* **PROBLEM TO SOLVE**
Filter on the word "TestFitFindsItself": copy each matching line from the listing below.

* **MATERIAL SUPPLIED**

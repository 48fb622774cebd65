package heat_test

import (
	"fmt"
	"math"
	"math/rand/v2"
	"strings"
	"testing"

	"gonum.org/v1/gonum/mat"
	"gonum.org/v1/gonum/stat"

	"keelfall/column"
	"keelfall/solver/heat"
)

const (
	fitDepth   = 80e3  // m
	fitSurface = 283.0 // K
	fitRho     = 3000.0
)

// plain is one layer of constant conductivity 2.5 W/m/K.
func plain(heatProduction float64) *column.Column {
	l := layer("rock", fitDepth, constant(2.5), column.HeatProduction{Top: heatProduction})
	l.Density = column.Uniform(fitRho)
	return &column.Column{Gravity: 9.81, Surface: column.Surface{Temperature: fitSurface}, Layers: []column.Layer{l},
		Base: column.Base{Boundary: column.Rigid, HasTemperature: true, Temperature: 1500}}
}

// scattered draws samples around a line of 14 K/km, two of them far apart.
func scattered(r *rand.Rand, depthError, pressure bool) []heat.Sample {
	var out []heat.Sample
	for i := range 3 + r.IntN(18) {
		z := 5e3 + 70e3*r.Float64()
		if i < 2 {
			z = []float64{20e3, 70e3}[i]
		}
		s := heat.Sample{Depth: z, Temperature: fitSurface + 0.014*z + 20*r.NormFloat64(), TemperatureError: 10 + 30*r.Float64()}
		if depthError {
			s.TemperatureError, s.DepthError = 30, 2500
		}
		if pressure {
			s.HasPressure, s.Pressure, s.PressureError = true, fitRho*9.81*z, fitRho*9.81*s.DepthError
			s.Depth, s.DepthError = 0, 0
		}
		out = append(out, s)
	}
	return out
}

// draws runs a test twenty times, each with its own numbers.
func draws(t *testing.T, one func(t *testing.T, r *rand.Rand)) {
	for seed := range uint64(20) {
		t.Run(fmt.Sprint(seed), func(t *testing.T) { one(t, rand.New(rand.NewPCG(seed, 1))) })
	}
}

func mustFit(t *testing.T, f heat.Fitting) *heat.Fit {
	r, err := heat.FitGeotherm(f)
	if err != nil {
		t.Fatal(err)
	}
	return r
}

// TestFitLine: constant k and no heat production make a straight geotherm through the
// surface's temperature, so the fit is weighted regression through a point:
// T_b = T_s + L Σ w z (T − T_s)/Σ w z² ± L/√(Σ w z²) (derived); gonum/stat is a second
// hand.
func TestFitLine(t *testing.T) {
	draws(t, func(t *testing.T, r *rand.Rand) {
		samples := scattered(r, false, r.IntN(2) > 0)
		f := mustFit(t, heat.Fitting{Column: plain(0), Samples: samples})
		var z, T, w []float64
		var szz, szT float64
		for _, s := range samples {
			at := s.Depth
			if s.HasPressure {
				at = s.Pressure / (fitRho * 9.81)
			}
			z, T, w = append(z, at), append(T, s.Temperature-fitSurface), append(w, 1/(s.TemperatureError*s.TemperatureError))
			szz += w[len(w)-1] * at * at
			szT += w[len(w)-1] * at * (s.Temperature - fitSurface)
		}
		want := fitSurface + fitDepth*szT/szz
		_, slope := stat.LinearRegression(z, T, w, true)
		b := f.Fitted[0]
		if !close(b.Value, want, 1e-9) || !close(b.Value, fitSurface+fitDepth*slope, 1e-9) || !close(b.Error, fitDepth/math.Sqrt(szz), 1e-7) {
			t.Fatalf("%+v; want %g ± %g (gonum %g)", b, want, fitDepth/math.Sqrt(szz), fitSurface+fitDepth*slope)
		}
		var chi2 float64
		for i, r := range f.Residuals {
			chi2 += w[i] * r.Residual * r.Residual
			if model := fitSurface + (want-fitSurface)*z[i]/fitDepth; !close(r.Model, model, 1e-8) || r.Depth-z[i] > 1e-6*z[i] || r.Uncertainty != samples[i].TemperatureError {
				t.Fatalf("%+v; want %g K", r, model)
			}
		}
		if !close(f.ChiSquare, chi2, 1e-12) || f.Freedom != len(samples)-1 || f.Condition != 1 || f.Column.Base.Temperature != b.Value || !close(f.Covariance[0][0], b.Error*b.Error, 1e-15) {
			t.Fatalf("%+v", f)
		}
	})
}

// TestFitBothErrors: with one ratio δ = σ_T²/σ_z² and the line through a point, the
// minimum of Σ (y − s x)²/(σ_T² + s² σ_z²) is s = (Syy − δ Sxx + √((Syy − δ Sxx)² +
// 4 δ Sxy²))/(2 Sxy) (Deming's regression through a point; derived).
func TestFitBothErrors(t *testing.T) {
	draws(t, func(t *testing.T, r *rand.Rand) {
		samples := scattered(r, true, r.IntN(2) > 0)
		f := mustFit(t, heat.Fitting{Column: plain(0), Samples: samples})
		const delta = 30.0 * 30 / (2500.0 * 2500)
		var xx, xy, yy float64
		for _, s := range samples {
			x, y := s.Depth, s.Temperature-fitSurface
			if s.HasPressure {
				x = s.Pressure / (fitRho * 9.81)
			}
			xx, xy, yy = xx+x*x, xy+x*y, yy+y*y
		}
		d := yy - delta*xx
		slope := (d + math.Sqrt(d*d+4*delta*xy*xy)) / (2 * xy)
		if got := (f.Fitted[0].Value - fitSurface) / fitDepth; !close(got, slope, 1e-7) {
			t.Fatalf("slope %.12g, want %.12g", got, slope)
		}
	})
}

// TestFitHeatProduction: with H uniform the geotherm T_s + (T_b − T_s) z/L +
// f H z (L − z)/2k is linear in T_b and f; linear least squares by gonum's QR is the
// second hand, for values and covariance.
func TestFitHeatProduction(t *testing.T) {
	const H, k = 0.8e-6, 2.5
	draws(t, func(t *testing.T, r *rand.Rand) {
		samples := scattered(r, false, false)
		for i := range samples {
			s := &samples[i]
			s.Temperature += 0.9 * H * s.Depth * (fitDepth - s.Depth) / (2 * k)
		}
		n := len(samples)
		A, y := mat.NewDense(n, 2, nil), mat.NewVecDense(n, nil)
		for i, s := range samples {
			A.Set(i, 0, s.Depth/fitDepth/s.TemperatureError)
			A.Set(i, 1, H*s.Depth*(fitDepth-s.Depth)/(2*k)/s.TemperatureError)
			y.SetVec(i, (s.Temperature-fitSurface)/s.TemperatureError)
		}
		var qr mat.QR
		qr.Factorize(A)
		var x mat.VecDense
		if err := qr.SolveVecTo(&x, false, y); err != nil {
			t.Fatal(err)
		}
		f := mustFit(t, heat.Fitting{Column: plain(H), Samples: samples, HeatProduction: true})
		if x.AtVec(1) < 0 {
			if f.Fitted[1].Value != 0 || !f.Fitted[1].Held || !strings.Contains(strings.Join(f.Notes, "\n"), "held at 0") {
				t.Fatalf("a factor of %g: %+v", x.AtVec(1), f)
			}
			return
		}
		if !close(f.Fitted[0].Value, fitSurface+x.AtVec(0), 1e-7) || math.Abs(f.Fitted[1].Value-x.AtVec(1)) > 1e-6 {
			t.Fatalf("%+v; want %g and %g", f.Fitted, fitSurface+x.AtVec(0), x.AtVec(1))
		}
		var normal, covariance mat.Dense
		normal.Mul(A.T(), A)
		if err := covariance.Inverse(&normal); err != nil {
			t.Fatal(err)
		}
		for i := range 2 {
			for j := range 2 {
				if !close(f.Covariance[i][j], covariance.At(i, j), 1e-5) {
					t.Fatalf("covariance %v, want %v", f.Covariance, mat.Formatted(&covariance))
				}
			}
		}
	})
}

// TestFitFindsItself: points taken off a geotherm give it back: k(T, P), radiogenic
// layers, a basal heat flow, pressures.
func TestFitFindsItself(t *testing.T) {
	c := plain(0)
	c.Base = column.Base{Boundary: column.Rigid, HasHeatFlow: true, HeatFlow: 0.032}
	c.Layers[0].Conductivity = column.Conductivity{Reference: 3, PerKelvin: 1e-3, PerPascal: 4e-11, At: 273}
	c.Layers[0].HeatProduction = column.HeatProduction{Top: 2e-6, DecayLength: 12e3}
	c.Layers[0].Density = column.EquationOfState{Reference: 2900, Expansivity: 3e-5, Compressibility: 1e-11, ReferenceTemperature: 293}
	p, err := heat.Solve(c)
	if err != nil {
		t.Fatal(err)
	}
	var samples []heat.Sample
	for _, z := range []float64{12e3, 30e3, 45e3, 60e3} {
		T, P, _ := p.Layers[0].At(z)
		samples = append(samples, heat.Sample{Temperature: T, TemperatureError: 20, Pressure: P, PressureError: 5e7, HasPressure: true})
	}
	start := *c
	start.Base.HeatFlow = 0.02
	f := mustFit(t, heat.Fitting{Column: &start, Samples: samples, HeatProduction: true})
	if !close(f.Fitted[0].Value, 0.032, 1e-6) || !close(f.Fitted[1].Value, 1, 1e-6) || f.ChiSquare > 1e-9 || start.Base.HeatFlow != 0.02 || f.Fitted[0].Start != 0.02 {
		t.Errorf("%+v", f)
	}
	if f.Fitted[0].Key != "base.heat-flow" || f.Fitted[1].Key != "heat-production" || f.Residuals[2].Depth < 44.99e3 || f.Residuals[2].Depth > 45.01e3 {
		t.Errorf("%+v", f)
	}
	none := plain(0)
	none.Base.HasTemperature = false
	if f := mustFit(t, heat.Fitting{Column: none, Samples: samples}); f.Fitted[0].Key != "base.temperature" || !f.Column.Base.HasTemperature {
		t.Errorf("%+v", f)
	}
}

// TestFitInWords: what cannot be constrained is said.
func TestFitInWords(t *testing.T) {
	at := func(z, T, e float64) heat.Sample { return heat.Sample{Depth: z, Temperature: T, TemperatureError: e} }
	for _, k := range []struct {
		name    string
		samples []heat.Sample
		factor  bool
		want    string
		err     string
	}{
		{"shallow and vague", []heat.Sample{at(2e3, 310, 30), at(3e3, 330, 30)}, false, "do not constrain the basal temperature", ""},
		{"shallow", []heat.Sample{at(2e3, 310, 3), at(3e3, 330, 3)}, false, "the deepest point lies at 3 km of 80 km", ""},
		{"close together", []heat.Sample{at(40e3, 900, 20), at(40.5e3, 905, 20), at(39.5e3, 890, 20)}, true, "only together", ""},
		{"one depth", []heat.Sample{at(40e3, 900, 20), at(40e3, 905, 20)}, true, "", "the basal temperature and the factor on heat production"},
		{"one point for two", []heat.Sample{at(40e3, 900, 20)}, true, "", "1 sample for 2 values"},
		{"as many as points", []heat.Sample{at(40e3, 900, 20)}, false, "cannot be tested", ""},
		{"scatter", []heat.Sample{at(40e3, 900, 1), at(60e3, 900, 1), at(20e3, 700, 1)}, false, "scatter more than their errors allow", ""},
		{"no scatter", []heat.Sample{at(40e3, 883, 100), at(60e3, 1183, 100), at(20e3, 583, 100), at(70e3, 1333, 100), at(65e3, 1258, 100)}, false, "scatter less than their errors", ""},
		{"no heat", []heat.Sample{at(40e3, 600, 2), at(60e3, 1183, 2), at(20e3, 300, 2)}, true, "held at 0", ""},
		{"below", []heat.Sample{at(90e3, 900, 20)}, false, "", "sample 1: depth 90000 m lies outside the column"},
		{"pressure below", []heat.Sample{{Name: "K7", Pressure: 4e9, Temperature: 900, TemperatureError: 20, HasPressure: true}}, false, "", "sample K7: pressure 4 GPa is more than that at the column's base, 2.354 GPa"},
		{"no error", []heat.Sample{at(40e3, 900, 0)}, false, "", "sample 1: has no error"},
		{"NaN", []heat.Sample{at(40e3, math.NaN(), 1)}, false, "", "temperature NaN K"},
		{"at the surface", []heat.Sample{at(0, 283, 1)}, false, "", "the points do not depend on the basal temperature"},
	} {
		made := 0.0
		if k.factor {
			made = 1e-6
		}
		f, err := heat.FitGeotherm(heat.Fitting{Column: plain(made), Samples: k.samples, HeatProduction: k.factor})
		switch {
		case k.err != "":
			if err == nil || !strings.Contains(err.Error(), k.err) {
				t.Errorf("%s: %v", k.name, err)
			}
		case err != nil:
			t.Errorf("%s: %v", k.name, err)
		case !strings.Contains(strings.Join(f.Notes, "\n"), k.want):
			t.Errorf("%s: %q", k.name, f.Notes)
		}
	}
	if _, err := heat.FitGeotherm(heat.Fitting{Column: plain(0), Samples: []heat.Sample{at(4e4, 900, 2), at(5e4, 900, 2)}, HeatProduction: true}); err == nil || !strings.Contains(err.Error(), "no layer produces heat") {
		t.Error(err)
	}
}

* **OUTPUT FOR THIS EXERCISE**
// TestFitFindsItself: points taken off a geotherm give it back: k(T, P), radiogenic
func TestFitFindsItself(t *testing.T) {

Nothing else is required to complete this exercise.